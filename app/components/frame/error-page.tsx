import { useLocation } from "react-router";
import type { Wrong } from "./explain-error";

const TITLES: Readonly<Record<number, string>> = { 403: "Not your job here", 404: "Not here" };

/** What went wrong in plain words, and the way on. It stands inside a page's main part. */
export function WhatWentWrong({ status, sentence }: Wrong) {
  const { pathname, search } = useLocation();
  return (
    <div className="mx-auto grid max-w-xl gap-4 px-6 py-20">
      <div role="alert" className="grid gap-4">
        <h1 className="text-4xl">{TITLES[status] ?? (status < 500 ? "That did not work" : "Our mistake")}</h1>
        <p className="text-lg">{sentence}</p>
      </div>
      <p className="flex flex-wrap gap-x-6">
        {status >= 500 ? (
          <a href={pathname + search} className="inline-flex min-h-11 items-center font-semibold">
            Open this page again
          </a>
        ) : null}
        <a href="/" className="inline-flex min-h-11 items-center font-semibold">
          Go to the library
        </a>
      </p>
    </div>
  );
}

/** The whole page where there is no frame: before sign-in, or nothing at this address. */
export function ErrorPage(wrong: Wrong) {
  return (
    <main>
      <WhatWentWrong {...wrong} />
    </main>
  );
}
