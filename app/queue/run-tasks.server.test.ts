import { eq } from "drizzle-orm";
import { expect, test } from "vitest";
import { openDatabase } from "~/db.server";
import { shops, tasks } from "#drizzle/schema/index";
import { addTask, type TaskKind } from "./add-task.server";
import { runNextTask, type TaskHandlers } from "./run-tasks.server";

const NOW = Date.UTC(2026, 10, 12, 9);

function aQueue() {
  const { db } = openDatabase(":memory:");
  const shop = db.insert(shops).values({ name: "Queue shop", createdAt: NOW }).returning().get();
  const done: string[] = [];
  const note =
    (kind: TaskKind): TaskHandlers[TaskKind] =>
    async (_scope, payload) => {
      done.push(`${kind}:${JSON.stringify(payload)}`);
    };
  const kinds: TaskKind[] = [
    "send-mail",
    "check-recording",
    "prepare-recording",
    "convert-recording",
    "abandon-upload",
  ];
  const handlers = Object.fromEntries(kinds.map((kind) => [kind, note(kind)])) as TaskHandlers;
  return { scope: { db, shopId: shop.id }, db, done, handlers };
}

test("a due task is done once, a later one waits", async () => {
  const { scope, db, done, handlers } = aQueue();
  addTask(scope, { kind: "send-mail", payload: 1 }, NOW);
  addTask(scope, { kind: "send-mail", payload: 2, runAt: NOW + 60_000 }, NOW);
  expect(await runNextTask(db, handlers, () => NOW)).toBe(true);
  expect(await runNextTask(db, handlers, () => NOW)).toBe(false);
  expect(done).toEqual(["send-mail:1"]);
  expect(await runNextTask(db, handlers, () => NOW + 60_000)).toBe(true);
});

test("the same work asked for twice is one task", async () => {
  const { scope, db, done, handlers } = aQueue();
  addTask(scope, { kind: "send-mail", payload: "a", dedupeKey: "mail:a" }, NOW);
  addTask(scope, { kind: "send-mail", payload: "a", dedupeKey: "mail:a" }, NOW);
  while (await runNextTask(db, handlers, () => NOW));
  expect(done).toHaveLength(1);
});

test("a heavy task waits in its own lane and does not hold up a mail", async () => {
  const { scope, db, done, handlers } = aQueue();
  addTask(scope, { kind: "prepare-recording", payload: "film" }, NOW);
  addTask(scope, { kind: "send-mail", payload: "mail" }, NOW + 1);
  await runNextTask(db, handlers, () => NOW + 1, "light");
  expect(done).toEqual(['send-mail:"mail"']);
  await runNextTask(db, handlers, () => NOW + 1, "heavy");
  expect(done).toHaveLength(2);
});

test("a failure is kept with its sentence, tried again later and given up after five tries", async () => {
  const { scope, db, handlers } = aQueue();
  addTask(scope, { kind: "send-mail", payload: 1 }, NOW);
  const failing: TaskHandlers = {
    ...handlers,
    "send-mail": async () => {
      throw new Error("The mail server does not answer.");
    },
  };
  let now = NOW;
  for (let tries = 1; tries <= 5; tries += 1) {
    expect(await runNextTask(db, failing, () => now)).toBe(true);
    expect(await runNextTask(db, failing, () => now)).toBe(false);
    now += 24 * 3_600_000;
  }
  const task = db.select().from(tasks).where(eq(tasks.kind, "send-mail")).get();
  expect(task?.lastError).toBe("The mail server does not answer.");
  expect(task?.failedAt).not.toBeNull();
  expect(await runNextTask(db, failing, () => now)).toBe(false);
});

test("a worker that died gives its task back when the lease ends", async () => {
  const { scope, db, done, handlers } = aQueue();
  addTask(scope, { kind: "send-mail", payload: 1 }, NOW);
  db.update(tasks)
    .set({ leaseUntil: NOW + 60_000 })
    .run();
  expect(await runNextTask(db, handlers, () => NOW)).toBe(false);
  expect(await runNextTask(db, handlers, () => NOW + 60_001)).toBe(true);
  expect(done).toHaveLength(1);
});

What needs to be done: Looking at the records above, how many lines include "TITLES"? Please give the number and nothing more.

Response area: 2